[INRAD] Filter Board

William E. Sabin w.sabin at mchsi.com
Thu Oct 27 07:07:42 CDT 2005


----- Original Message ----- 
From: "Charlie Mazoch Jr." <w5vin at earthlink.net>
To: <list at inrad.net>
Sent: Wednesday, October 26, 2005 7:53 PM
Subject: Re: [INRAD] Filter Board


> Hi Bob:
> I enjoyed your comments about lowering the receivers noise through IF
> passband narrowing with cascaded filtering to better hear weak signals.
> I've had a running battle going with some amateurs who claim that if
> there is an increase in noise when the antenna is connected versus none
> the receiver is just fine. Baloney!

It is not baloney.

If I switch my rcvr antenna coax from a 50 ohm dummy load to an efficient 
antenna at 1.8 to 29.7 MHz, I should (and do) hear an increase in noise 
level of at least 4 or 5 dB.  If I do not hear that increase in noise level 
it surely means that rcvr internal noise is the limiting factor and that 
very weak signals will not be received properly.  Incoming signals must be 
greater than the total noise (antenna noise plus internal noise).

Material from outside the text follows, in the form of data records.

func (r *fhirReader) during(v *exam.Visit, x *fhirIn) error {
	switch x.ResourceType {
	case "Observation":
		if item := x.Code.codeOf("item"); item != "" {
			return r.finding(v, x, item)
		}
		if m := x.Code.codeOf("measure"); m != "" {
			return r.measured(v, x, m)
		}
		if k := x.Code.codeOf("stimulation"); k != "" {
			v.Stim = append(v.Stim, exam.StimRecord{ID: x.ext("id").id(), Kind: k, Data: x.ValueText})
			return nil
		}
		r.leave("Observation that is no item or measure of this program")
	case "Media":
		m := deref(x.Content)
		if x.ext("format").text() == "" {
			r.leave("Media that is no photo or clip of this program")
			return nil
		}
		v.Attachments = append(v.Attachments, exam.Attachment{ID: x.ext("id").id(), Name: m.Title, Format: x.ext("format").text(), Size: m.Size, Note: noteText(x.Note)})
	case "Procedure":
		if k := x.Code.codeOf("stimulation"); k != "" {
			v.Stim = append(v.Stim, exam.StimRecord{ID: x.ext("id").id(), Kind: k, Data: x.ext("data").text()})
			return nil
		}
		t := exam.Treatment{ID: x.ext("id").id(), Kind: x.Code.codeOf("treatment"), Params: x.ext("params").text(), Minutes: x.ext("minutes").number(), Override: x.ext("override").text()}
		if t.Kind == "" {
			r.leave("Procedure that is no treatment of this program")
			return nil
		}
		if sites := concepts(x.BodySiteRaw); len(sites) > 0 {
			t.Site = sites[0].codeOf("site")
		}
		v.Treatments = append(v.Treatments, t)
	case "CarePlan":
		for _, a := range x.Activity {
			if a.Detail == nil {
				continue
			}
			d := a.Detail
			e := func(name string) fhirExt { return extOf(d.Extension, name) }
			v.Home = append(v.Home, exam.HomeExercise{ID: e("id").id(), Kind: d.Code.codeOf("exercise"), How: d.Description, Times: e("times").whole(), DaysWeek: e("days").whole(),
				Amount: e("amount").text(), StopFor: e("stop").text(), Override: e("override").text()})
		}
	}
	return nil
}

func (r *fhirReader) finding(v *exam.Visit, x *fhirIn, item string) error {
	j := findingJSON{Item: item, Digit: x.ext("digit").text(), Joint: x.ext("joint").text(), Side: x.ext("side").text(), Level: x.ext("level").text(),
		How: x.ext("how").text(), Seen: deref(x.ext("seen").ValueBoolean), Block: x.ext("block").text(), Note: noteText(x.Note)}
	if sites := concepts(x.BodySiteRaw); len(sites) > 0 {
		j.Site = sites[0].codeOf("site")
	}
	if x.ValueConcept != nil {
		n, err := strconv.ParseInt(x.ValueConcept.codeOf("grade/"+item), 10, 8)
		if err != nil {
			return &exam.Invalid{Field: "grade of " + item, Value: x.ValueConcept.codeOf("grade/" + item), Allowed: "a whole number"}
		}
		g := int8(n)
		j.Grade = &g
	} else {
		why := strings.ReplaceAll(x.Absent.codeOf("not-tested"), "-", " ")
		j.NotTested = &why
	}
	p := &place{path: []string{item}}
	f := findingIn(p, j)
	v.Findings = append(v.Findings, f)
	return p.err
}

func (r *fhirReader) measured(v *exam.Visit, x *fhirIn, measure string) error {
	j := measuredJSON{Measure: measure, Joint: x.ext("joint").text(), Motion: x.ext("motion").text(), At: x.ext("at").number(), Position: x.ext("position").text(),
		Clipped: deref(x.ext("clipped").ValueBoolean), EndFeel: x.ext("end-feel").text(), Variant: x.ext("variant").text(), BestEnd: x.ext("best-end").number(), Note: noteText(x.Note)}
	if sites := concepts(x.BodySiteRaw); len(sites) > 0 {
		j.Site = sites[0].codeOf("site")
	}
	if x.ValueQuantity == nil || x.ValueQuantity.Value == nil {
		return &exam.Invalid{Field: "value of " + measure, Value: "", Allowed: "a quantity"}
	}
	j.Value = *x.ValueQuantity.Value
	p := &place{path: []string{measure}}
	m := measuredIn(p, j)
	if p.err == nil && x.ValueQuantity.Code != UCUM(m.Measure) {
		return &exam.Invalid{Field: "unit of " + measure, Value: x.ValueQuantity.Code, Allowed: "the UCUM code " + UCUM(m.Measure)}
	}
	v.Measures = append(v.Measures, m)
	return p.err
}

// finish puts the visits to their animals, oldest first, and checks everything.
func (r *fhirReader) finish() (Records, error) {
	for _, key := range r.seq {
		a, v := r.animals[r.owner[key]], r.visits[key]
		if a == nil {
			continue
		}
		if err := v.Validate(a.Patient.Species); err != nil {
			return Records{}, fmt.Errorf("visit %s: %w", v.ID, err)
		}
		a.Visits = append(a.Visits, *v)
	}
	for _, key := range r.order {
		a := r.animals[key]
		if err := a.Patient.Validate(); err != nil {
			return Records{}, fmt.Errorf("patient %s: %w", a.Patient.ID, err)
		}
		slices.SortStableFunc(a.Visits, func(x, y exam.Visit) int { return x.Examined.Compare(y.Examined) })
		r.out.Animals = append(r.out.Animals, *a)
	}
	return r.out, nil
}

// SheetTitle is the title of a paper in a bundle.
func SheetTitle(lang string) string { return words.In(lang, "Progress sheet") }
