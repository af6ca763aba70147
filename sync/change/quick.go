package change

import (
	"encoding/binary"
	"unicode/utf8"
)

// Journals are read by the million frames. quickBatch reads the one allowed encoding of a batch
// without fields of newer versions, directly, and refuses everything else, so that there is
// nothing to encode again for comparison. What it refuses goes the way of DecodeBatch that
// can say why. A fuzz test holds the two together.

// quick reads deterministic CBOR; after the first deviation bad is set and all it returns is zero.
type quick struct {
	b   []byte
	bad bool
	o   *Opener
}

// head reads the head of an item of a major type, in its shortest form only.
func (q *quick) head(major byte) uint64 {
	if q.bad || len(q.b) == 0 || q.b[0]&0xe0 != major {
		q.bad = true
		return 0
	}
	info := q.b[0] & 0x1f
	var n, least uint64
	size := 0
	switch info {
	case 24:
		size, least = 1, 24
	case 25:
		size, least = 2, 1<<8
	case 26:
		size, least = 4, 1<<16
	case 27:
		size, least = 8, 1<<32
	default:
		if info > 27 {
			q.bad = true
			return 0
		}
		q.b = q.b[1:]
		return uint64(info)
	}
	if len(q.b) < 1+size {
		q.bad = true
		return 0
	}
	switch p := q.b[1:]; size {
	case 1:
		n = uint64(p[0])
	case 2:
		n = uint64(binary.BigEndian.Uint16(p))
	case 4:
		n = uint64(binary.BigEndian.Uint32(p))
	case 8:
		n = binary.BigEndian.Uint64(p)
	}
	if n < least {
		q.bad = true
		return 0
	}
	q.b = q.b[1+size:]
	return n
}

func (q *quick) string(major byte) []byte {
	n := q.head(major)
	if q.bad || n > uint64(len(q.b)) {
		q.bad = true
		return nil
	}
	x := q.b[:n:n]
	q.b = q.b[n:]
	return x
}

// text reads a text that must not be empty.
func (q *quick) text() string {
	x := q.string(0x60)
	if len(x) == 0 || !utf8.Valid(x) {
		q.bad = true
		return ""
	}
	return q.o.name(x)
}

func (q *quick) id() (id ID) {
	if x := q.string(0x40); len(x) == len(id) {
		return ID(x)
	}
	q.bad = true
	return id
}

func (q *quick) ids() []ID {
	n := q.head(0x80)
	if q.bad || n == 0 || n > uint64(len(q.b)/17) {
		q.bad = true
		return nil
	}
	out := make([]ID, n)
	for i := range out {
		out[i] = q.id()
	}
	return out
}

// positive reads a number from 1 to most.
func (q *quick) positive(most uint64) uint64 {
	n := q.head(0)
	if n == 0 || n > most {
		q.bad = true
	}
	return n
}

// quickBatch is DecodeBatch for the usual case; false means that it has to be asked. The values
// are slices of data, which must not be changed afterwards.
func quickBatch(data []byte, s Stream, first uint64, o *Opener) (Batch, bool) {
	q := &quick{b: data, o: o}
	b := Batch{Stream: s, First: first}
	pairs := q.head(0xa0)
	if pairs == 2 && q.head(0) == 1 {
		b.Examiner = q.text()
		pairs--
	}
	if q.bad || pairs != 1 || q.head(0) != 2 {
		return Batch{}, false
	}
	n := q.head(0x80)
	if q.bad || n == 0 || n > MaxChanges || n > uint64(len(q.b)) {
		return Batch{}, false
	}
	b.Changes = o.changes(int(n))
	for i := range b.Changes {
		c := &b.Changes[i]
		q.change(c)
		c.Stream, c.Seq, c.Examiner = s, first+uint64(i), b.Examiner
	}
	if q.bad || len(q.b) > 0 || b.Validate() != nil {
		return Batch{}, false
	}
	return b, true
}

func (q *quick) change(c *Change) {
	const always = 1<<1 | 1<<2 | 1<<3 | 1<<6 // the fields that every change has
	pairs := q.head(0xa0)
	had, last := 0, uint64(0)
	for ; pairs > 0 && !q.bad; pairs-- {
		key := q.head(0)
		if key <= last || key > lastChangeKey {
			q.bad = true
			return
		}
		last = key
		had |= 1 << key
		switch key {
		case 1:
			c.ID = q.id()
		case 2:
			c.Time = HLC(q.head(0))
		case 3:
			n := q.head(0)
			c.Kind = Kind(n)
			q.bad = q.bad || n > 0xffff
		case 4:
			c.Patient = [16]byte(q.id())
			q.bad = q.bad || c.Patient.IsZero()
		case 5:
			c.Record = [16]byte(q.id())
			q.bad = q.bad || c.Record.IsZero()
		case 6:
			c.Field = q.text()
		case 7:
			c.Value = q.string(0x40)
			q.bad = q.bad || len(c.Value) == 0
		case 8:
			c.Supersedes = q.ids()
		case 9:
			c.Act = Act(q.positive(0xff))
		case 10:
			c.Reason = q.text()
		case 11:
			c.Seen = q.ids()
		case 12:
			c.Before = q.positive(^uint64(0))
		}
	}
	if had&always != always {
		q.bad = true
	}
}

At HF, 1.8 to 29.7 MHz, the antenna noise temperature is well above 290 K, 
even under very quiet conditions. A low noise RF preamp (this is important) 
can be quite helpful in this situation, and in fact many rcvrs such as my
MP Mark V have such a preamp available especially for the 12 and 10 meter 
bands (menu item).  My homebrew  rcvr (see QRZ.COM, W0IYH) also has just 
such an RF preamp that I can switch in from the front panel.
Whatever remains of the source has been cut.